Wellington v Otago, 50 overs, Basin Reserve, 21 December 2021
The Ford Trophy has a veneer of equity about it, with each province playing all the others twice. However, eccentricity lies underneath. In each pair of fixtures, the same side is at home for both games. This is supposed to be cost-saving, with two matches in three days. Three weeks separated the two fixtures between Wellington and Otago, yet the southerners were asked to make the long journey to the capital once more, when a reversal of venues would have meant that each team played five at home and five away.
It was an enjoyable day in the sun, without there being much of note to report. Wellington made 333 with solid contributions from most of the batters led by the increasingly impressive Troy Johnson with 88. Otago lost wickets regularly and soon fell irredeemably behind the required rate. I left early, something I rarely do out of fear of missing the extraordinary, but nothing of that nature occurred in my absence.
To finish this round up of the first half of the season, four T20 games.
Wellington v Central Districts, T20, Basin Reserve, 5 December 2021 Women Men
Wellington v Canterbury, T20, Basin Reserve, 19 December 2021
New Zealand Cricket continues its admirable policy of making every match day a double header, with a women’s and a men’s game. The inclusion of the women widens considerably the range of approaches and skills to be seen, a pleasing degree of aestheticism replacing an over-reliance on power.

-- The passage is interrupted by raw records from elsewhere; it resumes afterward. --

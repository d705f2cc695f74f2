package demobasin

import (
	"context"
	"io"
	"log/slog"
	"math"
	"os"
	"path/filepath"
	"reflect"
	"strings"
	"testing"

	"github.com/paulmach/orb"
	"github.com/paulmach/orb/planar"

	"ridgeflank/geo"
	"ridgeflank/geo/gdal"
	"ridgeflank/store"
	_ "ridgeflank/store/sqlite"
	"ridgeflank/survey"
)

func TestWriteFilesRoundTrip(t *testing.T) {
	b, err := Generate(Options{CellDeg: 0.25})
	if err != nil {
		t.Fatal(err)
	}
	dir := t.TempDir()
	paths, err := WriteFiles(dir, b)
	if err != nil {
		t.Fatal(err)
	}
	if len(paths) != 6 {
		t.Fatalf("wrote %v, want 3 COGs, a netCDF and a README", paths)
	}
	for _, p := range paths {
		if !strings.HasPrefix(filepath.Base(p), FilePrefix) && !strings.Contains(filepath.Base(p), FilePrefix) {
			t.Errorf("%s: name lacks %q", p, FilePrefix)
		}
	}
	want := map[string]*geo.Grid{
		FilePrefix + "-age.tif":                b.Age,
		FilePrefix + "-elevation.tif":          b.Elevation,
		FilePrefix + "-sediment-thickness.tif": b.Sediment,
		FilePrefix + "-age.nc":                 b.Age,
	}
	for name, g := range want {
		t.Run(name, func(t *testing.T) {
			got, meta, err := gdal.Read(filepath.Join(dir, name))
			if err != nil {
				t.Fatal(err)
			}
			if got.NX != g.NX || got.NY != g.NY || math.Abs(got.West-g.West) > 1e-9 || math.Abs(got.North-g.North) > 1e-9 {
				t.Fatalf("lattice %d×%d at %g,%g, want %d×%d at %g,%g", got.NX, got.NY, got.West, got.North, g.NX, g.NY, g.West, g.North)
			}
			for i := range g.Data {
				if got.Data[i] != g.Data[i] {
					t.Fatalf("cell %d: %g, want %g", i, got.Data[i], g.Data[i])
				}
			}
			all := meta.Title + " " + meta.Source + " " + meta.Name + " " + meta.LongName
			for k, v := range meta.Metadata {
				all += " " + k + "=" + v
			}
			if !strings.Contains(all, Label) || !strings.Contains(all, "Not for navigation") {
				t.Errorf("metadata lacks the SYNTHETIC label or the navigation caution: %s", all)
			}
		})
	}
	readme, err := os.ReadFile(paths[len(paths)-1])
	if err != nil {
		t.Fatal(err)
	}
	for i, l := range strings.Split(strings.TrimSpace(string(readme)), "\n") {
		if !strings.Contains(l, Label) {
			t.Errorf("README line %d lacks %s: %q", i+1, Label, l)
		}
	}
}

func TestInstall(t *testing.T) {
	ctx := context.Background()
	st, err := store.Open(ctx, store.Config{DataDir: t.TempDir(), Logger: slog.New(slog.NewTextHandler(io.Discard, nil))})
	if err != nil {
		t.Fatal(err)
	}
	defer st.Close()
	b, err := Generate(Options{CellDeg: 0.25})
	if err != nil {
		t.Fatal(err)
	}
	id, err := Install(ctx, st, b)
	if err != nil {
		t.Fatal(err)
	}
	ds, err := st.GetDataset(ctx, id)
	if err != nil {
		t.Fatal(err)
	}
	if !strings.Contains(ds.Name, Label) || ds.AgeGridID == "" || ds.DepthGridID == "" || ds.SedimentGridID == "" {
		t.Fatalf("dataset %+v", ds)
	}
	elev, err := st.GetGrid(ctx, ds.DepthGridID)
	if err != nil {
		t.Fatal(err)
	}
	if elev.Kind != store.KindElevation || elev.VerticalSense != store.ElevationPositiveUp || !strings.Contains(elev.Name, Label) {
		t.Fatalf("elevation grid row %+v", elev)
	}
	// The stored file reads back to the generated grid.
	path, err := st.Blobs().Path(elev.Path)
	if err != nil {
		t.Fatal(err)
	}
	g, _, err := gdal.Read(path)
	if err != nil {
		t.Fatal(err)
	}
	if g.NX != b.Elevation.NX || g.Data[17] != b.Elevation.Data[17] {
		t.Fatal("stored elevation differs from the generated one")
	}

	t.Run("region holds the swell, not the seamounts", func(t *testing.T) {
		rg, err := st.GetRegion(ctx, RegionID)
		if err != nil {
			t.Fatal(err)
		}
		if !planar.MultiPolygonContains(rg.Geometry, orb.Point{SwellCentreLon, SwellCentreLat}) {
			t.Error("region does not contain the swell centre")
		}
		for _, s := range Seamounts() {
			if planar.MultiPolygonContains(rg.Geometry, orb.Point{s.Lon, s.Lat}) {
				t.Errorf("region contains %s", s.Name)
			}
		}
		// right-hand rule: exterior ring counter-clockwise, positive signed area
		if o := rg.Geometry[0][0].Orientation(); o != orb.CCW {
			t.Errorf("exterior ring orientation %v, want counter-clockwise", o)
		}
		bd := rg.Geometry.Bound()
		if bd.Min[0] < WestLon || bd.Max[0] > EastLon || bd.Min[1] < SouthLat || bd.Max[1] > NorthLat {
			t.Errorf("region %v leaves the basin", bd)
		}
	})
	t.Run("track crosses the seamount chain", func(t *testing.T) {
		tr, err := st.GetTrack(ctx, TrackID)
		if err != nil {
			t.Fatal(err)
		}
		// The chain runs from seamount A to E; the track's first and last points lie on
		// opposite sides of that line (sign of the 2-D cross product).
		sm := Seamounts()
		a, e := sm[0], sm[len(sm)-1]
		side := func(p orb.Point) float64 {
			return (e.Lon-a.Lon)*(p[1]-a.Lat) - (e.Lat-a.Lat)*(p[0]-a.Lon)
		}
		w := tr.Waypoints
		if side(w[0])*side(w[len(w)-1]) >= 0 {
			t.Fatalf("track %v does not cross the chain", w)
		}
	})
	t.Run("plan: parallel lines across the chain", func(t *testing.T) {
		row, err := st.GetPlan(ctx, PlanID)
		if err != nil {
			t.Fatal(err)
		}
		p, err := survey.FromStored(row)
		if err != nil {
			t.Fatal(err)
		}
		want := DemoPlan()
		p.Version, p.CreatedAt, p.UpdatedAt = 0, nil, nil
		if !reflect.DeepEqual(p, want) {
			t.Fatalf("stored plan %+v\nwant %+v", p, want)
		}
		if err := p.Validate(0, 0); err != nil || p.Settings.Dataset != DatasetID {
			t.Fatalf("demo plan invalid (%v) or on dataset %q", err, p.Settings.Dataset)
		}
		if !strings.Contains(p.Name, Label) || !strings.Contains(p.Description, Label) || len(p.Lines) != PlanLines {
			t.Fatalf("plan %q (%q) with %d lines: want %d lines labelled %s", p.Name, p.Description, len(p.Lines), PlanLines, Label)
		}
		sm := Seamounts()
		a, e := sm[0], sm[len(sm)-1]
		side := func(w geo.Waypoint) float64 { return (e.Lon-a.Lon)*(w.Lat-a.Lat) - (e.Lat-a.Lat)*(w.Lon-a.Lon) }
		// Initial great-circle bearing, degrees from north (the spherical initial-course
		// formula of great-circle sailing; from memory).
		bearing := func(from, to geo.Waypoint) float64 {
			const rad = math.Pi / 180
			y := math.Sin((to.Lon-from.Lon)*rad) * math.Cos(to.Lat*rad)
			x := math.Cos(from.Lat*rad)*math.Sin(to.Lat*rad) - math.Sin(from.Lat*rad)*math.Cos(to.Lat*rad)*math.Cos((to.Lon-from.Lon)*rad)
			return math.Atan2(y, x) / rad
		}
		first := p.Lines[0].Waypoints
		for i, l := range p.Lines {
			w := l.Waypoints
			if side(w[0])*side(w[len(w)-1]) >= 0 {
				t.Errorf("line %d %v does not cross the chain", i, w)
			}
			for _, pt := range w {
				if pt.Lon < WestLon || pt.Lon > EastLon || pt.Lat < SouthLat || pt.Lat > NorthLat || !strings.Contains(pt.Name, "QX-") {
					t.Errorf("line %d waypoint %+v: outside the basin or unnamed", i, pt)
				}
			}
			// Parallel within 0.5° of bearing (the lines are shifted copies; at 21–25° S the
			// shift turns them by far less); spacing 11 ± 1 km between neighbours.
			// Every other line is sailed the other way (so transits are short steps across):
			// compare its bearing taken from its end to its start.
			from, to := w[0], w[len(w)-1]
			if i%2 == 1 {
				from, to = to, from
			}
			if d := bearing(from, to) - bearing(first[0], first[len(first)-1]); math.Abs(d) > 0.5 {
				t.Errorf("line %d is %.2f° off parallel", i, d)
			}
			if i > 0 {
				prev := p.Lines[i-1].Waypoints
				if tr := DistanceKm(prev[len(prev)-1].Lon, prev[len(prev)-1].Lat, w[0].Lon, w[0].Lat); tr > 15 {
					t.Errorf("transit from line %d to %d is %.1f km; want a short step across (< 15 km)", i-1, i, tr)
				}
			}
			if i > 0 {
				prev := p.Lines[i-1].Waypoints
				if d := DistanceKm(prev[1].Lon, prev[1].Lat, w[1].Lon, w[1].Lat); math.Abs(d-11) > 1 {
					t.Errorf("lines %d and %d are %.2f km apart at the chain, want 11 ± 1", i-1, i, d)
				}
			}
		}
		if m := p.Lines[PlanLines/2].Waypoints[1]; m.Lon != sm[2].Lon || m.Lat != sm[2].Lat {
			t.Errorf("middle line crosses the chain at %+v, want Quillon Seamount C", m)
		}
	})
	t.Run("idempotent", func(t *testing.T) {
		id2, err := Install(ctx, st, b)
		if err != nil {
			t.Fatal(err)
		}
		ds2, err := st.GetDataset(ctx, id2)
		if err != nil {
			t.Fatal(err)
		}
		if ds2.AgeGridID != ds.AgeGridID || ds2.Version != ds.Version {
			t.Fatalf("second install changed the dataset: %+v vs %+v", ds2, ds)
		}
		if plans, err := st.ListPlans(ctx, store.Page{}); err != nil || len(plans) != 1 || plans[0].Version != 1 {
			t.Fatalf("plans after two installs: %v, %v; want the one demo plan, unchanged", plans, err)
		}
		grids, err := st.ListGrids(ctx, store.GridFilter{})
		if err != nil {
			t.Fatal(err)
		}
		if len(grids) != 4 {
			t.Fatalf("%d grids after two installs, want 4", len(grids))
		}
	})
	t.Run("another seed repoints the dataset", func(t *testing.T) {
		b2, err := Generate(Options{CellDeg: 0.25, Seed: 7})
		if err != nil {
			t.Fatal(err)
		}
		if _, err := Install(ctx, st, b2); err != nil {
			t.Fatal(err)
		}
		ds3, err := st.GetDataset(ctx, DatasetID)
		if err != nil {
			t.Fatal(err)
		}
		if ds3.DepthGridID == ds.DepthGridID || ds3.AgeGridID != ds.AgeGridID {
			t.Fatalf("dataset after a new seed: %+v (before %+v): only the elevation changes with the seed", ds3, ds)
		}
	})
}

Regular readers will know that, for several seasons now, Amelia Kerr’s legspin bowling has been one of the great pleasures of my cricket watching. To this she has added consistent and heavy scoring. Her lowest score in the five games so far is 42, the only time she has fallen short of a half century, which goes some way to explaining why Wellington are the only team with an unbeaten record at the halfway stage.
The same cannot be said for the men. The chances of a home final as top-placed team in the round robin are remote, with just two wins from five.
We begin 2022 with a 50-over game on New Year’s Day; I can’t think of a better way.